**WHAT IS REQUIRED**
Every line from the one with "filename tests/tui/test_actions.py" to the one with "the reference, so", including those two, is to be copied exactly; all other lines of the entries below are left out.

**PROVIDED DATA**
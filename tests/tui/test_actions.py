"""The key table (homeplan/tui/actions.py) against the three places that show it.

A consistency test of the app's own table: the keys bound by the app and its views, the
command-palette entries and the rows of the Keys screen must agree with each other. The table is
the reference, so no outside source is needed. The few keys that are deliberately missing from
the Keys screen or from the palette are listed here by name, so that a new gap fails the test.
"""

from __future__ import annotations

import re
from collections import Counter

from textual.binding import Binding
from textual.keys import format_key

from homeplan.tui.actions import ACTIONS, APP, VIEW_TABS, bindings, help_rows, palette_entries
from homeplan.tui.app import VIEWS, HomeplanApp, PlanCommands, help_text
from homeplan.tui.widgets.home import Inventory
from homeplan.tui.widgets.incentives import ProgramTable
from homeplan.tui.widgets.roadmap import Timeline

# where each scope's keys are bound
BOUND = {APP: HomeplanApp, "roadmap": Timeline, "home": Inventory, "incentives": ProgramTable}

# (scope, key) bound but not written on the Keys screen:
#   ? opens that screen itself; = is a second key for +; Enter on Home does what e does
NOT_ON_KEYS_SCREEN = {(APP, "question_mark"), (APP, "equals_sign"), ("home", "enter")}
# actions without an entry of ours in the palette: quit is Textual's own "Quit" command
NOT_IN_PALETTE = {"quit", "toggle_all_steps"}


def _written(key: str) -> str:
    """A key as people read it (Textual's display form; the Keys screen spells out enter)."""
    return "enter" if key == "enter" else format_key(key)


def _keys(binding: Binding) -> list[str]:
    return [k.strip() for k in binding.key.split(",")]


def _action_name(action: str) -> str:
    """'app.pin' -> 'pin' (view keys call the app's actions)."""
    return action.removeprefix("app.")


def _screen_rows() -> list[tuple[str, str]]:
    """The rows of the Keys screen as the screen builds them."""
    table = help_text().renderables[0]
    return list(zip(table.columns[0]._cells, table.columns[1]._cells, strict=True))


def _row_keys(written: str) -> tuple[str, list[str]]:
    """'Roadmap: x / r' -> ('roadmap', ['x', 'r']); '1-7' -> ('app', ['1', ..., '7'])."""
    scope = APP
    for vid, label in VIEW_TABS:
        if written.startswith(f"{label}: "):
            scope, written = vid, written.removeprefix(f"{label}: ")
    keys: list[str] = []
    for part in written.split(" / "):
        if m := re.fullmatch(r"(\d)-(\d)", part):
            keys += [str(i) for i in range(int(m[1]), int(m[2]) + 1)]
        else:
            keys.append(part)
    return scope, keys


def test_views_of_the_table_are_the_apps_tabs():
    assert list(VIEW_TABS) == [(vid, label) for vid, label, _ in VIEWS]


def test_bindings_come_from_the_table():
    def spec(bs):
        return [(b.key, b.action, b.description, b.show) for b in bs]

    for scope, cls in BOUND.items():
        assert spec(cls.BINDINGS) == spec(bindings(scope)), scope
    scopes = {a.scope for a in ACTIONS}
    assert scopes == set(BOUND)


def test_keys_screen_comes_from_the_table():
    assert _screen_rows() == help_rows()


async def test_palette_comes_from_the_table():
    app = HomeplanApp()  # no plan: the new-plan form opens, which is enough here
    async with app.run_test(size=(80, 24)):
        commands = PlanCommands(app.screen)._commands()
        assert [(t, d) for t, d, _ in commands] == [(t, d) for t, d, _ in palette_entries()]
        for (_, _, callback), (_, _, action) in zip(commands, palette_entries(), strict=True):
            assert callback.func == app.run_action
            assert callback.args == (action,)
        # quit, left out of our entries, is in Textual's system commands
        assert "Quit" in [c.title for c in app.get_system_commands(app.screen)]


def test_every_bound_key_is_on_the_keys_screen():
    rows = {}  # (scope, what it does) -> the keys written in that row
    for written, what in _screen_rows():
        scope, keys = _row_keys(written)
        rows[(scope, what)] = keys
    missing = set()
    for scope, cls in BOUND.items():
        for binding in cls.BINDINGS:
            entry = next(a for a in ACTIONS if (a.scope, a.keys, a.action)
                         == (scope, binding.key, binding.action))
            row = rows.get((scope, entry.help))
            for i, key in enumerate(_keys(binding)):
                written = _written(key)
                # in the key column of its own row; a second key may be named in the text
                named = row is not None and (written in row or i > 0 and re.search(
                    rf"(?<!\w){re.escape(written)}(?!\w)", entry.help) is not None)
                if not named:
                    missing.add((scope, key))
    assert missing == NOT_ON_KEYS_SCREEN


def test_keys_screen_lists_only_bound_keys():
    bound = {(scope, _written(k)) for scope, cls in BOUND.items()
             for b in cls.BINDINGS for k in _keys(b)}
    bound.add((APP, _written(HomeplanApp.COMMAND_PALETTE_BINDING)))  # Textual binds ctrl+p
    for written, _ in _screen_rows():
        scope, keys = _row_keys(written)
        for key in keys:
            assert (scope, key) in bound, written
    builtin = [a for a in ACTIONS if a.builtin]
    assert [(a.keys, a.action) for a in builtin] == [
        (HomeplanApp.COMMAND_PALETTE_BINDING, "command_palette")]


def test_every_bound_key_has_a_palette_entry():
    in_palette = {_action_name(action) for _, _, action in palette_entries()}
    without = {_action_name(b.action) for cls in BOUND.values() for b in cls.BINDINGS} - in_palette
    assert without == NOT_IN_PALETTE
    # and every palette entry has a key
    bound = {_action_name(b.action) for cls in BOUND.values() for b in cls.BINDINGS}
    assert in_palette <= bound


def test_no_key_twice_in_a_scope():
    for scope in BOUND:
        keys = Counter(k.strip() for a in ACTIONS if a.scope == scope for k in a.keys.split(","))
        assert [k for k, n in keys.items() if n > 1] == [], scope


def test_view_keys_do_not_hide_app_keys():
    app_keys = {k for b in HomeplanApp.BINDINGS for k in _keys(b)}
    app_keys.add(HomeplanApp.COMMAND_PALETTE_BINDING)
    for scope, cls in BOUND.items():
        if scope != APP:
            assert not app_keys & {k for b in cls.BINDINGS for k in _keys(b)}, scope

==

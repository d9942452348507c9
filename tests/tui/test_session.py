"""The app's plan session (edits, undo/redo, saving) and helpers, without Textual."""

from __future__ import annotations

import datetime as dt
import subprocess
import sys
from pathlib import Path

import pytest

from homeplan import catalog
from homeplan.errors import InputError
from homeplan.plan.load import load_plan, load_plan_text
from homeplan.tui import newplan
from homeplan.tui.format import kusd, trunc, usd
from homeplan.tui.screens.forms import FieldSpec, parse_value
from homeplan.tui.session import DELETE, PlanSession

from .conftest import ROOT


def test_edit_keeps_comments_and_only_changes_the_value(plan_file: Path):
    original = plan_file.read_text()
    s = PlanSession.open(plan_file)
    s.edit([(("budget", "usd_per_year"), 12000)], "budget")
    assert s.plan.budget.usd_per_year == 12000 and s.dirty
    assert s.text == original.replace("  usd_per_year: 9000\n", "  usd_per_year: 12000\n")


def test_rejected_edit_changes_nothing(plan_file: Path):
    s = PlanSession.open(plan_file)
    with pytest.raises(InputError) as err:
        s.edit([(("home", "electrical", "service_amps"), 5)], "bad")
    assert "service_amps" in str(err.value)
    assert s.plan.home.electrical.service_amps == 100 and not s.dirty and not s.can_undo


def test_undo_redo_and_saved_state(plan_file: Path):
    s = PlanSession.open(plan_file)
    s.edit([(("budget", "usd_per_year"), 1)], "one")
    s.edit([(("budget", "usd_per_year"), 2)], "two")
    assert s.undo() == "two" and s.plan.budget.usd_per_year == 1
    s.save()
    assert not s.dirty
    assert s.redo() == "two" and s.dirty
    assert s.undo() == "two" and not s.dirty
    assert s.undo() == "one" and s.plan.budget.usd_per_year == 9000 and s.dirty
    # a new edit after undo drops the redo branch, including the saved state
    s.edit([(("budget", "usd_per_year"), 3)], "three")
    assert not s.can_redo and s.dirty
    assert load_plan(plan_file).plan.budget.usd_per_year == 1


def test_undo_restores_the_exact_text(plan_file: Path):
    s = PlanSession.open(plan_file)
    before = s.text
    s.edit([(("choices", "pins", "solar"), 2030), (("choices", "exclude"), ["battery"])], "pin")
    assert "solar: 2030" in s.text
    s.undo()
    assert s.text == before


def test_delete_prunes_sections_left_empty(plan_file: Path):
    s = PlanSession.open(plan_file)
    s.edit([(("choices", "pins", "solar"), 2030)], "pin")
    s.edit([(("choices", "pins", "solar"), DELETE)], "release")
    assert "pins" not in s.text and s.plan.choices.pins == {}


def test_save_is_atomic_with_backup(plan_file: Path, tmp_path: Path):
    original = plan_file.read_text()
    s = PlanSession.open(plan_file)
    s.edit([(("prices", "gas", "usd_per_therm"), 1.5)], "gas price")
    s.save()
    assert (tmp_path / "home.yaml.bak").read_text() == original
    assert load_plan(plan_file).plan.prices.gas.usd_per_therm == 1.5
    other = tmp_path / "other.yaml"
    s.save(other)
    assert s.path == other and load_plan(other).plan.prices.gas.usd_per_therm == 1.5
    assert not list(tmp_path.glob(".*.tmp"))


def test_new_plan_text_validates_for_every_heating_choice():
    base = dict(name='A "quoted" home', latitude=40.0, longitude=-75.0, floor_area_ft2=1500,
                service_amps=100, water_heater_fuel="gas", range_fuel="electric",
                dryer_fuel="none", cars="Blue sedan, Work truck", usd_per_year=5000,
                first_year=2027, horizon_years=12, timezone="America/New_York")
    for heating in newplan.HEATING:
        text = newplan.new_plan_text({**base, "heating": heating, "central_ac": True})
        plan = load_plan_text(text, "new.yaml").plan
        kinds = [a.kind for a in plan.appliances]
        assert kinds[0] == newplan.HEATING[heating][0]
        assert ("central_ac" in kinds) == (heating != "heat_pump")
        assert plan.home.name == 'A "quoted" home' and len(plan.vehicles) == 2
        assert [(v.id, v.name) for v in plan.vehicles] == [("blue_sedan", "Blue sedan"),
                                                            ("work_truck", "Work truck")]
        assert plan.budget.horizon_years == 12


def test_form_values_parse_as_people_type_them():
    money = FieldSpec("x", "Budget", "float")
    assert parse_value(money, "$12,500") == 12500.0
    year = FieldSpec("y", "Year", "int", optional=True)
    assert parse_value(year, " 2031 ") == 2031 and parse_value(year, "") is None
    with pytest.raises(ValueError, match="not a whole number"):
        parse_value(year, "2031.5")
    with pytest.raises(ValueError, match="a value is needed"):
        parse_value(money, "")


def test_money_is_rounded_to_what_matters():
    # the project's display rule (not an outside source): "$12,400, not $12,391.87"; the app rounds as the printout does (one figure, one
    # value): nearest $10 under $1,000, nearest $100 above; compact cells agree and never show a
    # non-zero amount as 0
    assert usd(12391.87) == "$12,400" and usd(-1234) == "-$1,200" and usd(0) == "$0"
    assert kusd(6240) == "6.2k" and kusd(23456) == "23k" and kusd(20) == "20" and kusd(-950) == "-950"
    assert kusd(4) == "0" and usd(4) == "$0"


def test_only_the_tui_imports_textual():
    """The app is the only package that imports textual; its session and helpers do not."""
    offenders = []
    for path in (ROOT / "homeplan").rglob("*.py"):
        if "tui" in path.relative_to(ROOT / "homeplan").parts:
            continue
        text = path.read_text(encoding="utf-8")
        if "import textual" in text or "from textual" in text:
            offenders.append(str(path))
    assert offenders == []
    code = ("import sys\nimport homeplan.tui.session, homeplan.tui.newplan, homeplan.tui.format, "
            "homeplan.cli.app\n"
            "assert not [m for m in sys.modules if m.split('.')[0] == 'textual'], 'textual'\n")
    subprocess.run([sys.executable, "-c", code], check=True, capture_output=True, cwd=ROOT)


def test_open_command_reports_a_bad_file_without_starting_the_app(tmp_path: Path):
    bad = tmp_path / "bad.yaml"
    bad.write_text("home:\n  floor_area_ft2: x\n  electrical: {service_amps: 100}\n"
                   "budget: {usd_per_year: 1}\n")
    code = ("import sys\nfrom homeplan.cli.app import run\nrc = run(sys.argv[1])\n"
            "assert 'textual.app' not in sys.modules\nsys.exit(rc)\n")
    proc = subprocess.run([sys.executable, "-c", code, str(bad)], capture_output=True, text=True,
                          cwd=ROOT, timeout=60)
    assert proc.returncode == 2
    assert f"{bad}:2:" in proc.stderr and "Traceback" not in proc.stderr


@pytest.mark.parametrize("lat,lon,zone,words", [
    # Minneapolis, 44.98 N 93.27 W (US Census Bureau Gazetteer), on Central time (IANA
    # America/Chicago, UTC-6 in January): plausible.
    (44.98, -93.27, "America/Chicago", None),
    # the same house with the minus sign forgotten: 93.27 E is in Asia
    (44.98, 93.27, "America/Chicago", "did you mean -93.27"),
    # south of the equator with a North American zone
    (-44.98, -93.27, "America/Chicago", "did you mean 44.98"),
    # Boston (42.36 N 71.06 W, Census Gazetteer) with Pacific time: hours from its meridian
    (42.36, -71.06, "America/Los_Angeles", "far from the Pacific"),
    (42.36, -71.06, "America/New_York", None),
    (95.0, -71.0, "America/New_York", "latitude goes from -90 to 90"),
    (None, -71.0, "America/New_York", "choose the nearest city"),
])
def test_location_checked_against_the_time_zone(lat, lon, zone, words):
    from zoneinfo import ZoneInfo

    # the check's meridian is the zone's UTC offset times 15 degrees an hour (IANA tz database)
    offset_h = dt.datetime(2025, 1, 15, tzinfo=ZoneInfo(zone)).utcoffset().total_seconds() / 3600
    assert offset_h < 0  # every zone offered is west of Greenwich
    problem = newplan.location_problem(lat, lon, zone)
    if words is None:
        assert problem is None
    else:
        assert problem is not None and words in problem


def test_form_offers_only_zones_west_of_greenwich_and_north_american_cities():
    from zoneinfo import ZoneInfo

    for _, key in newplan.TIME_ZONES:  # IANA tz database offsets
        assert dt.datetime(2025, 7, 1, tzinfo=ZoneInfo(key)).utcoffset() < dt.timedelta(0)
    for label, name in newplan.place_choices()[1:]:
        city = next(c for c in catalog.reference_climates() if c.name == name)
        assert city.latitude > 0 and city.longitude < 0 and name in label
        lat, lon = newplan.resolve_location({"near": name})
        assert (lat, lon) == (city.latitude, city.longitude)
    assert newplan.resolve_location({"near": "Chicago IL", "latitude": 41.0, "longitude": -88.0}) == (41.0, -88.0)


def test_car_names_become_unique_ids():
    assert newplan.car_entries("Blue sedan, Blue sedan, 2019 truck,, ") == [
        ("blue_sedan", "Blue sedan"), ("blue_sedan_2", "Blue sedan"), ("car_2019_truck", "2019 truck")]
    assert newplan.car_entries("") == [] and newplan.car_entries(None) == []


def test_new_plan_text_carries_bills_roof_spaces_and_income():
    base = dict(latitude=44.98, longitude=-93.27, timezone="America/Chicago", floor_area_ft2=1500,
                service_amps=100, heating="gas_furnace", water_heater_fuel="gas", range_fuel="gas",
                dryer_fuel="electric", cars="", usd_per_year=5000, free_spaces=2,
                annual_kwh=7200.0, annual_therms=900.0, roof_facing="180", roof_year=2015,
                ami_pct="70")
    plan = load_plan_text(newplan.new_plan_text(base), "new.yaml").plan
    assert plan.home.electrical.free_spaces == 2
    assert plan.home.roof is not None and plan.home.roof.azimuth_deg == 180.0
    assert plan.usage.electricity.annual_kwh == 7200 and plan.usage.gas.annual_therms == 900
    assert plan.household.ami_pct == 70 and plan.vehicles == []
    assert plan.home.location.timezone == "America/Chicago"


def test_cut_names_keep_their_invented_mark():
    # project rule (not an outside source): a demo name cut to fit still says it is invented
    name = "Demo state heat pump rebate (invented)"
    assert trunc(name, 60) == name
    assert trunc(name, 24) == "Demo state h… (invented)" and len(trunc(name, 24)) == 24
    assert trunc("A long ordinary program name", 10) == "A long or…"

**ANSWER SECTION**
filename tests/tui/test_actions.py
"""The key table (homeplan/tui/actions.py) against the three places that show it.

A consistency test of the app's own table: the keys bound by the app and its views, the
command-palette entries and the rows of the Keys screen must agree with each other. The table is
the reference, so no outside source is needed. The few keys that are deliberately missing from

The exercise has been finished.